For the entries below, the result should be an exact transcription of the lines from the one with "the start-up plus" up to and including the one with "That difference at", and only those.

DATA UNDER STUDY:
= = = =
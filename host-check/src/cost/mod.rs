//! Target cost estimate: cycles per predict and update on a Cortex-M4F (and a
//! Cortex-M7 throughput figure), from QEMU's exact executed instruction mix.
//!
//! The pipeline: build `on-target`'s `cost_probe` for `thumbv7em-none-eabihf`
//! with `-C target-cpu=cortex-m4` (or take a given ELF); find the probe
//! functions (`cairn_on_target::probe::*`, never inlined) in the symbol
//! table; disassemble the ELF with `llvm-objdump` and classify every
//! instruction; run the probe under `qemu-system-arm -M mps2-an386 -icount
//! shift=0 -d in_asm,exec,nochain`, which logs every translated block and
//! every execution of one; attribute each executed block to the probe call
//! it ran under (callees included); weight the mix with the cycle table of
//! [`timing`]. QEMU counts instructions, not cycles, and does not model the
//! DWT cycle counter: the cycles come from the table.

pub mod classify;
pub mod estimate;
pub mod listing;
pub mod timing;
pub mod trace;
pub mod user;

use std::fmt::{self, Write as _};
use std::path::{Path, PathBuf};
use std::process::{Command, Stdio};
use std::time::{Duration, Instant};

use estimate::{FpOps, Tally, attribute};
use std::collections::HashMap;

use listing::{Function, Instruction, function_at, parse_disassembly, parse_symbols};

/// Where the probe symbols of cairn's own cost probe live.
pub const PROBE_PATH: &str = "cairn_on_target::probe::";

/// The prefix of a user probe's symbol: `cairn_probe__NAME` prices the
/// operation NAME (the contract of the `cairn-probe` harness,
/// docs/target-probes.md).
pub const USER_PROBE_PREFIX: &str = "cairn_probe__";

/// The demo's rates (odometry 200 Hz, beacon fix 4 Hz, sun compass 1 Hz), used
/// for the pose probes of both filters (Joseph and U-D) when no rate is given.
pub const DEMO_RATES: [(&str, f64); 6] = [
    ("pose_predict", 200.0),
    ("pose_position_update", 4.0),
    ("pose_heading_update", 1.0),
    ("pose_ud_predict", 200.0),
    ("pose_ud_position_update", 4.0),
    ("pose_ud_heading_update", 1.0),
];

/// Whether a probe runs the U-D factored filter (`pose_ud_*`,
/// `linear{N}_ud_predict`, `linear{N}_update{M}_ud`) rather than one of the
/// covariance forms.
pub fn is_ud_probe(name: &str) -> bool {
    name.starts_with("pose_ud_") || name.contains("_ud_") || name.ends_with("_ud")
}

/// What to estimate and for which clock and rates.
#[derive(Debug, Clone, PartialEq)]
pub struct CostConfig {
    /// A cost-probe ELF already built; when `None`, `probe` or else
    /// `on_target` is built.
    pub elf: Option<PathBuf>,
    /// A user's probe crate to build (release, for the Cortex-M4F) and
    /// trace, and the binary in it; see [`user::build_user_probe`].
    pub probe: Option<user::ProbeCrate>,
    /// The `on-target` workspace; `None` finds it next to the current
    /// directory or this crate.
    pub on_target: Option<PathBuf>,
    /// Core clock, MHz.
    pub clock_mhz: f64,
    /// Call rates by probe name, Hz; the demo's rates fill the gaps.
    pub rates: Vec<(String, f64)>,
    /// Apply the demo's rates to the pose probes that have no rate (off
    /// when the rates come from a spec).
    pub demo_rates: bool,
    /// Linear model sizes (n, m) to build probes for; empty means on-target's
    /// default, n = 9 with m = 3. Ignored with `elf`.
    pub sizes: Vec<(usize, usize)>,
    /// Longest time QEMU may run.
    pub timeout: Duration,
}

impl Default for CostConfig {
    fn default() -> Self {
        Self {
            elf: None,
            probe: None,
            on_target: None,
            clock_mhz: 168.0,
            rates: Vec::new(),
            demo_rates: true,
            sizes: Vec::new(),
            timeout: Duration::from_secs(120),
        }
    }
}

/// Why an estimate could not be made.
#[derive(Debug)]
pub enum CostError {
    /// A required program is not installed.
    ToolMissing {
        /// The program.
        tool: &'static str,
        /// How to get it.
        hint: &'static str,
    },
    /// A bad configuration value.
    Config(String),
    /// Building the on-target probe failed.
    Build(String),
    /// A program failed or produced unusable output.
    Tool {
        /// The program.
        tool: &'static str,
        /// What went wrong.
        detail: String,
    },
    /// A file could not be read or written.
    Io(PathBuf, std::io::Error),
    /// The ELF holds no cost probes.
    NoProbes(PathBuf),
}
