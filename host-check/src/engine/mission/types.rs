//! What the mission stage found, as data: per variant, the steady-gain
//! option and the final verdict (the engine's result holds it).

use serde::Serialize;

pub use super::fit::Trend;
pub use super::gain::ConstantGain;

/// What a projection says about the mission.
#[derive(Debug, Clone, Copy, PartialEq, Eq, Serialize)]
#[serde(rename_all = "kebab-case")]
pub enum Outlook {
    /// Within the limit for the whole mission, even at the upper end of
    /// the slope interval (or by the steady-state argument).
    Passes,
    /// Over the limit within the mission: over it within the horizon, or a
    /// significant rise that crosses it even at the lower end of the slope
    /// interval.
    Fails,
    /// The data cannot decide: no significant rise, but the upper end of
    /// the slope interval would cross within the mission (or too few
    /// points to test).
    Undecided,
}

impl Outlook {
    /// "PASS", "FAIL" or "UNDECIDED".
    pub fn word(self) -> &'static str {
        match self {
            Outlook::Passes => "PASS",
            Outlook::Fails => "FAIL",
            Outlook::Undecided => "UNDECIDED",
        }
    }
}

/// Which case of theory applies to a variant's covariance error.
#[derive(Debug, Clone, Copy, PartialEq, Eq, Serialize)]
#[serde(rename_all = "kebab-case")]
pub enum Case {
    /// Time-invariant and on the Riccati steady state: bounded.
    Bounded,
    /// Time-invariant, but the reference has not reached the steady state.
    NotSteady,
    /// Some modes are not reached by the measurements.
    Unobservable,
    /// Measurements drop out: the covariance runs open loop in the gaps.
    Dropouts,
    /// Time-varying (nonlinear model, or a schedule without a lifted
    /// steady state): no bound to lean on.
    TimeVarying,
    /// No measurements at all.
    OpenLoop,
}

/// One variant over the mission.
#[derive(Debug, Clone, Serialize)]
pub struct VariantMission {
    /// Variant name.
    pub name: String,
    /// Which case of theory applies to its covariance error.
    pub case: Case,
    /// Why, in one sentence.
    pub reason: String,
    /// The trend test and robust slope on its relative covariance error
    /// (none when it stopped early or had too few points).
    pub trend: Option<Trend>,
    /// What the covariance projection alone says (none when it stopped).
    pub outlook_covariance: Option<Outlook>,
    /// Its relative covariance error at the end of the mission: the robust
    /// line when the rise is significant, else the largest block maximum
    /// after the start-up; never below the largest value seen.
    pub projected_error: Option<f64>,
    /// The upper end: the largest block maximum after the start-up plus
    /// the upper slope (the interval's upper half-width above max(slope, 0)) times the steps left (that maximum
    /// itself when bounded); never below the largest value seen.
    pub projected_error_high: Option<f64>,
    /// The same test on its state difference from the f64 run (in standard
    /// deviations), when states are compared.
    pub state_trend: Option<Trend>,
    /// Why the state difference is tested rather than bounded.
    pub state_reason: Option<String>,
    /// What the state projection alone says.
    pub outlook_state: Option<Outlook>,
    /// That difference at the end of the mission (as `projected_error`).
    #[serde(rename = "projected_state_difference_sd")]
    pub projected_state_sigma: Option<f64>,
    /// When its relative error or its state difference would cross its
    /// threshold, s from the start, whichever first (robust line; `None`:
    /// no significant rise, or it fails within the horizon at the time
    /// given).
    pub crossing_s: Option<f64>,
    /// The earliest crossing the slope interval allows, s.
    pub crossing_low_s: Option<f64>,
    /// The latest, s (`None`: the interval reaches a slope of 0: never).
    pub crossing_high_s: Option<f64>,
    /// For an undecided verdict: the horizon that would decide it, s.
    pub run_at_least_s: Option<f64>,
    /// The mission verdict.
    pub outlook: Outlook,
    /// The crossing in words ("never", "after 3.2 days (1.1 to 9.0
    /// days)", "fails within the horizon", "undecided: run at least 6.1 h").
    pub crossing: String,
    /// `true` when it passes over the horizon and the mission outlook is
    /// [`Outlook::Passes`].
    pub passes_mission: bool,
}

/// The final verdict: what to flash.
#[derive(Debug, Clone, Serialize)]
pub struct FinalVerdict {
    /// The cheapest variant that passes for the whole mission, if any.
    pub choice: Option<String>,
    /// Cheaper variants whose mission verdict is undecided, with the
    /// horizon that would decide each ("f32 joseph: run at least 6.1 h").
    pub undecided: Vec<String>,
    /// The longest of those horizons, s.
    pub run_at_least_s: Option<f64>,
    /// Order tried, cheapest first.
    pub order: Vec<String>,
    /// Estimated cycles per filter step of the choice, when a cost figure
    /// applies.
    pub cycles_per_step: Option<f64>,
    /// Where the cycles came from, or how to get them.
    pub cycles_note: String,
    /// Why cheaper options were passed over.
    pub passed_over: Vec<String>,
}

/// The whole mission analysis.
#[derive(Debug, Clone, Serialize)]
pub struct MissionResult {
    /// Mission length, s.
    pub seconds: f64,
    /// Mission length in filter steps.
    pub steps: f64,
    /// `true` when no mission was stated (the horizon is the mission).
    pub is_horizon: bool,
    /// The horizon the projections start from, s.
    pub horizon_seconds: f64,
    /// Per variant, in the run's order.
    pub variants: Vec<VariantMission>,
    /// The steady-gain option, when offered.
    #[serde(rename = "steady_gain")]
    pub constant_gain: Option<ConstantGain>,
    /// Why the steady-gain option is not offered, or a caveat.
    #[serde(rename = "steady_gain_note")]
    pub constant_gain_note: Option<String>,
    /// The final verdict.
    pub verdict: FinalVerdict,
}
= = = =
WRITTEN SOLUTION:
    /// The upper end: the largest block maximum after the start-up plus
    /// the upper slope (the interval's upper half-width above max(slope, 0)) times the steps left (that maximum
    /// itself when bounded); never below the largest value seen.
    pub projected_error_high: Option<f64>,
    /// The same test on its state difference from the f64 run (in standard
    /// deviations), when states are compared.
    pub state_trend: Option<Trend>,
    /// Why the state difference is tested rather than bounded.
    pub state_reason: Option<String>,
    /// What the state projection alone says.
    pub outlook_state: Option<Outlook>,
    /// That difference at the end of the mission (as `projected_error`).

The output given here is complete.